Regulation of NB-LRR-type UNI and its related signaling pathway: signaling crosstalk and methodology for quick identification of related factors

Activation of NB-LRR-related UNI proteins by uni-1D mutation, a gain-of-function mutation of the UNI gene, induces some pathogenesis-related responses and also affects morphology through modulation of meristem activities. In a recent study we reported that the uni-1D phenotypes require cooperative action of ERECTA (ER) receptor kinase family members in UNI-expressing cells, suggesting that an intracellular signaling crosstalk between ER-family-dependent and UNI-triggered signaling pathways plays a significant role in the phenotypes.

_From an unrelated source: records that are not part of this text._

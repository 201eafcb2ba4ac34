"""Rows as CSV (RFC 4180): safe to open in a spreadsheet, exact to read by a program."""

from __future__ import annotations

import csv
import io
import re
from collections.abc import Iterable, Sequence
from functools import lru_cache

_RUNS = ("=", "+", "-", "@", "＝", "＋", "－", "＠", "\t", "\r", "\n")
_NUMBER = re.compile(r"[+-]?\d+(\.\d+)?")

Cell = str | int | float | None


def csv_bytes(header: Sequence[str], rows: Iterable[Sequence[Cell]], bom: bool = False) -> bytes:
    """A header and rows as UTF-8.

    Floats have six decimals, None is an empty cell. Text that a spreadsheet would run as a
    formula gets an apostrophe before it (OWASP, "CSV Injection"); numbers stay numbers.
    """
    out = io.StringIO(newline="")
    writer = csv.writer(out)
    writer.writerow(header)
    writer.writerows([_shown(cell) for cell in row] for row in rows)
    return out.getvalue().encode("utf-8-sig" if bom else "utf-8", "replace")


def _shown(cell: Cell) -> str | int | None:
    if isinstance(cell, str):
        return _safe(cell)
    return f"{cell:.6f}" if isinstance(cell, float) else cell


@lru_cache(maxsize=4096)
def _safe(text: str) -> str:
    if text.lstrip(" ").startswith(_RUNS) and not _NUMBER.fullmatch(text):
        return f"'{text}"
    return text
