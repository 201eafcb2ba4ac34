"""What every kind of MIDI file says alike: levels and places of parts, programs, remarks, names."""

from __future__ import annotations

from collections.abc import Iterator, Mapping

from retune.export.midi_conductor import slowest_tempo_lost
from retune.export.midi_tracks import CENTRE, pan, volume
from retune.export.names import safe_name
from retune.export.ticks import Ticks
from retune.score.model import Part, Score
from retune.tracks.take import Strip, Take

VOICE_OOHS = 53
"""General MIDI program of sung parts, counting from 0. Its neighbour 52, choir aahs, is up to
42 cents out of tune in a common sound font, which no just third outlives."""

_PAN_WIDTH = 16
"""Voices stand this far to either side at most: enough to tell them apart."""


def strips_of(take: Take) -> dict[int, Strip]:
    """How each part that sounds stands in the mix, by part."""
    found = {part.index: take.strip(part.index) for part in take.played.score.parts}
    return {index: strip for index, strip in found.items() if strip is not None}


def mix_of(score: Score, strips: Mapping[int, Strip]) -> dict[int, tuple[int, int]]:
    """Volume and pan of each part as MIDI has them."""
    plain = all(strip == Strip() for strip in strips.values())
    pans = dict(enumerate(_pans(score))) if plain else {}
    return {
        index: (volume(strip.gain_db), pans.get(index, pan(strip.pan)))
        for index, strip in strips.items()
    }


def program_of(part: Part, voices: int) -> int:
    """The file's own program for instruments; singers get one that is in tune."""
    return voices if part.tuned or part.program is None else part.program


def remarks(score: Score, ticks: Ticks) -> Iterator[str]:
    """What the file states less exactly than the score does."""
    if ticks.error:
        microseconds = 1e6 * float(ticks.error) * 60.0 / float(score.tempo.changes[0].qpm)
        yield f"onsets within {microseconds:.0f} microseconds, as no MIDI division holds them all"
    if slowest_tempo_lost(score):
        yield "a tempo under 3.6 quarter notes a minute is written as 3.6, the slowest there is"


def file_name(folder: str, take: Take) -> str:
    """Where a take goes: an exporter's folder, the take's own, its name and that of the piece."""
    folders = [folder, *([safe_name(take.folder)] if take.folder else [])]
    stem = safe_name(take.tuned.score.stem)
    return "/".join([*folders, f"{safe_name(take.name)} - {stem}.mid"])


def _pans(score: Score) -> list[int]:
    """Voices from left to right in score order, accompaniment in the middle."""
    voices = [part.index for part in score.parts if part.tuned]
    pans = [CENTRE] * len(score.parts)
    if len(voices) > 1:
        for place, index in enumerate(voices):
            pans[index] = CENTRE - _PAN_WIDTH + 2 * _PAN_WIDTH * place // (len(voices) - 1)
    return pans
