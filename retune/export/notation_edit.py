"""Cents, chord names and comma accidentals written into the user's own MusicXML.

Nothing of the file is changed but by addition. A label is a direction in small print before its
note, in the note's voice: notation programs show it as staff text, select all of them at once,
and keep it apart from the words that are sung. Programs find the exact pitch in the note's own
`play` element.
"""

from __future__ import annotations

from collections import Counter
from collections.abc import Iterator, Mapping, Sequence
from dataclasses import dataclass, replace
from fractions import Fraction

from retune.adapters.engraving_markup import as_node
from retune.adapters.xml import Element
from retune.adapters.xml_editing import EditedDocument, as_element, text
from retune.export.notation_heads import Cents, Played, label_text, played_heads
from retune.export.notation_marks import (
    ADDED_SIGN,
    CHORD,
    COMMA_SIGNS,
    FIELD,
    LABEL,
    PLAY,
    SEPTIMAL,
    cents_type,
    has_comma_signs,
    identity,
    is_added_sign,
)
from retune.export.notation_signs import arrow_glyph, commas_of, septimal_glyph
from retune.harmony.symbols import doubtable_symbol, printed
from retune.page.annotate import first_of_chord, written_lengths
from retune.page.engrave_chords import appearances
from retune.page.engrave_moments import BarPlaces, places_of
from retune.pitch import PitchClass
from retune.score.model import Part
from retune.score.musicxml.layout import read_layout
from retune.score.musicxml.log import Log
from retune.score.musicxml.values import whole
from retune.tuning.model import TunedScore
from retune.tuning.policy import Temperament

_LABEL_LOOK = {"font_size": "7", "font_style": "normal"}
_CHORD_LOOK = {"font_size": "9", "font_style": "normal", "font_weight": "bold"}
"""Print of labels and chord names, sizes in points."""

_PLAIN_SIGNS = {-2: "flat-flat", -1: "flat", 0: "natural", 1: "sharp", 2: "double-sharp"}
_AFTER_ACCIDENTAL = (
    "time-modification", "stem", "notehead", "notehead-text", "staff", "beam", "notations",
    "lyric", "play", "listen",
)  # fmt: skip
_AFTER_NOTATIONS = ("lyric", "play", "listen")
_BEFORE_IDENTIFICATION = ("work", "movement-number", "movement-title")


@dataclass(frozen=True, slots=True)
class Additions:
    """What is to be added.

    `least` is how many cents a label must say at least somewhere; `play` is the exact pitch for
    programs.
    """

    cents: Cents = Cents.ROOT
    least: int = 0
    chords: bool = False
    accidentals: bool = False
    play: bool = True


@dataclass(frozen=True, slots=True)
class Edited:
    """A score with its additions, and what to tell of them: labels written, and doubts."""

    data: bytes
    labels: int
    doubts: tuple[str, ...]


def with_additions(
    tuned: TunedScore,
    document: EditedDocument,
    named: Mapping[str, Element],
    wish: Additions,
    alone: Part | None = None,
) -> Edited:
    """The document with what is wished written in.

    Parameters
    ----------
    named : mapping
        Note elements of the document by `Note.sources`.
    alone : Part, optional
        The only part in the document.
    """
    return _Writer(tuned, document, named, wish, alone).written()


class _Writer:
    def __init__(
        self,
        tuned: TunedScore,
        document: EditedDocument,
        named: Mapping[str, Element],
        wish: Additions,
        alone: Part | None,
    ) -> None:
        self._tuned = tuned
        self._document = document
        self._named = named
        self._wish = wish
        self._alone = alone
        self._layout = {one.heading.id: one for one in read_layout(document.root, Log())}
        self._numbers: Counter[str] = Counter()
        self._doubts: list[str] = []

    def written(self) -> Edited:
        bars = [[as_node(b.body) for b in part.bars] for part in self._layout.values()]
        found = written_lengths(bars)
        lengths = {source: found.get(id(note), Fraction(0)) for source, note in self._named.items()}
        heads = {
            source: passes
            for source, passes in played_heads(
                self._tuned,
                lengths,
                self._wish.cents,
                None if self._alone is None else self._alone.index,
            ).items()
            if source in self._named
        }
        # The nearer to its note, the earlier a direction stands.
        self._write_labels(heads)
        if self._wish.chords:
            self._write_chords()
        if self._wish.accidentals:
            self._write_signs(heads)
        if self._wish.play:
            for source, passes in heads.items():
                self._write_play(self._named[source], passes)
        self._write_field()
        return Edited(self._document.result(), self._numbers[LABEL], tuple(self._doubts))

    def _new(self, kind: str) -> str:
        self._numbers[kind] += 1
        return identity(kind, self._numbers[kind])

    # --- labels ---

    def _write_labels(self, heads: Mapping[str, Sequence[Played]]) -> None:
        """Directions before the first note of each stem, nearest to the staff first."""
        above = self._above()
        stems: dict[int, tuple[Element, list[tuple[bool, int, str]]]] = {}
        for source, passes in heads.items():
            said = label_text(passes, self._wish.least)
            part = passes[0].part
            if said and self._named[source].get("print-object") != "no":
                first = as_element(first_of_chord(as_node(self._named[source])))
                _, rows = stems.setdefault(id(first), (first, []))
                rows.append((above[part], part, said))
        for first, rows in stems.values():
            # The lower parts of a staff's upper half are the nearer ones to it.
            rows.sort(key=lambda row: (not row[0], -row[1] if row[0] else row[1]))
            for up, _, said in rows:
                self._document.add_before(first, self._words(first, LABEL, said, up=up))

    def _above(self) -> list[bool]:
        """By part: whether its labels stand above the staff, as do the upper ones of several."""
        staves: dict[tuple[str, int], list[int]] = {}
        for part in self._tuned.score.parts:
            staves.setdefault((part.source, part.staff), []).append(part.index)
        found = [True] * len(self._tuned.score.parts)
        if self._alone is None:
            for mates in staves.values():
                for index in mates[(len(mates) + 1) // 2 :]:
                    found[index] = False
        return found

    def _words(
        self, note: Element, kind: str, said: str, *, up: bool = True, offset: str = ""
    ) -> str:
        """A direction for where a note stands."""
        element = self._document.element
        look = _LABEL_LOOK if kind == LABEL else _CHORD_LOOK
        content = element("direction-type", element("words", text(said), **look))
        if offset:
            content += element("offset", offset)
        for tag in ("voice", "staff"):
            value = note.findtext(tag)
            if value and value.strip():
                content += element(tag, text(value.strip()))
        side = "above" if up else "below"
        return element("direction", content, placement=side, id=self._new(kind))

    # --- chords ---

    def _write_chords(self) -> None:
        """The chord names of each bar's first pass, over the highest part that is tuned."""
        tuned = self._tuned
        if self._document.root.find(".//harmony") is not None:
            self._doubts.append("it has chord symbols of its own; chord names are not added")
            return
        part = self._alone or next((p for p in tuned.score.parts if p.tuned), None)
        source = None if part is None else self._layout.get(part.source)
        if source is None or part is None:
            return
        staff = part.staff if self._alone is None else 1
        bars: dict[int, BarPlaces] = dict(enumerate(places_of(source, staff)))
        firsts = {bar.written: bar.onset for bar in reversed(tuned.score.bars)}
        back = tuned.score.transposition.fifths
        last = ""
        for one in appearances(tuned):
            chord = tuned.harmony.chords[one.chord]
            if chord.root is not None and back:
                chord = replace(chord, root=PitchClass.from_fifths(chord.root.fifths - back))
            said = printed(doubtable_symbol(chord))
            place = bars[one.bar].at(one.onset - firsts[one.bar]) if one.bar in bars else None
            if place is not None and said != last:
                note, offset = place
                self._document.add_before(note, self._words(note, CHORD, said, offset=offset))
            last = said

    # --- exact pitch ---

    def _write_play(self, note: Element, passes: Sequence[Played]) -> None:
        own = "".join(self._played(passes))
        if not own:
            return
        there = note.find("play")
        if there is not None:
            self._document.add_inside(there, own)
            return
        self._put(note, self._document.element("play", own, id=self._new(PLAY)), ("listen",))

    def _played(self, passes: Sequence[Played]) -> Iterator[str]:
        for number, played in enumerate(passes, 1):
            if number == 1 or played.values != passes[0].values:
                for after, value in played.values:
                    kind = cents_type(number, after)
                    yield self._document.element("other-play", f"{value:.6f}", type=kind)

    def _put(self, note: Element, markup: str, followers: Sequence[str]) -> None:
        """Put a child at the place in a note that the schema gives it."""
        follower = next((child for child in note if child.tag in followers), None)
        if follower is None:
            self._document.add_inside(note, markup)
        else:
            self._document.add_before(follower, markup)

    # --- comma accidentals ---

    def _write_signs(self, heads: Mapping[str, Sequence[Played]]) -> None:
        if has_comma_signs(self._document.root):
            self._doubts.append("it has comma accidentals of its own; none are added")
            return
        missing = 0
        for source, passes in heads.items():
            ratio = passes[0].ratio
            if ratio is not None and not self._write_sign(self._named[source], ratio):
                missing += 1
        if missing:
            self._doubts.append(f"{missing} notes are off by commas that have no sign")

    def _write_sign(self, note: Element, ratio: Fraction) -> bool:
        commas = commas_of(ratio)
        alter = whole(note.findtext("pitch/alter") or "0", -2, 2)
        if commas is None or alter is None:
            return False
        arrow, septimal = arrow_glyph(alter, commas.syntonic), septimal_glyph(commas.septimal)
        if bool(commas.syntonic) != bool(arrow) or bool(commas.septimal) != bool(septimal):
            return False
        there = note.find("accidental")
        if arrow and there is None:
            # Programs that do not know the glyph show the plain sign, which is never wrong.
            sign = self._document.element(
                "accidental", _PLAIN_SIGNS[alter], **ADDED_SIGN, smufl=arrow
            )
            self._put(note, sign, _AFTER_ACCIDENTAL)
        elif arrow and there is not None:
            if there.get("smufl") is not None or is_added_sign(there):
                return False
            self._document.add_attribute(there, "smufl", arrow)
        if septimal:
            element = self._document.element
            mark = element("accidental-mark", "other", placement="above", smufl=septimal)
            own = element("notations", mark, id=self._new(SEPTIMAL))
            self._put(note, own, _AFTER_NOTATIONS)
        return True

    # --- the field ---

    def _write_field(self) -> None:
        """Say in the file what the additions are, for readers and for a later run."""
        document, root = self._document, self._document.root
        field = document.element(
            "miscellaneous-field", text("; ".join(self._explained())), name=FIELD
        )
        there = root.find("identification/miscellaneous")
        if there is not None:
            document.add_inside(there, field)
            return
        box = document.element("miscellaneous", field)
        identification = root.find("identification")
        if identification is not None:
            document.add_inside(identification, box)
            return
        box = document.element("identification", box)
        follower = next((c for c in root if c.tag not in _BEFORE_IDENTIFICATION), None)
        if follower is not None:
            document.add_before(follower, box)

    def _explained(self) -> Iterator[str]:
        policy = self._tuned.policy
        if self._numbers[LABEL]:
            against = (
                "the root of the chord" if self._wish.cents is Cents.ROOT else "equal temperament"
            )
            yield f"small numbers at notes are cents from {against}, against a piano's steps"
        if self._numbers[PLAY]:
            yield f"other-play: cents from equal temperament at A4 = {policy.reference_hz:g} Hz"
        if self._wish.accidentals and not has_comma_signs(self._document.root):
            yield f"{COMMA_SIGNS} count from the root of the chord"
        if policy.temperament is Temperament.JUST:
            yield f"just, {policy.prime_limit}-limit, drift {policy.drift}"
        else:
            yield f"{policy.temperament} temperament"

Further we recently succeeded in the establishment of a methodology for rapid identification of factors involved in the UNI function. EMS-induced causal mutations that suppress the uni-1D phenotypes could be identified using whole-genome-sequencing technologies with much less labor compared with the conventional map-based cloning method that is generally time-consuming and labor-intensive. Thus it would be now possible to intensively identify factors that play significant roles in regulation of UNI proteins and/or UNI-related signaling pathways.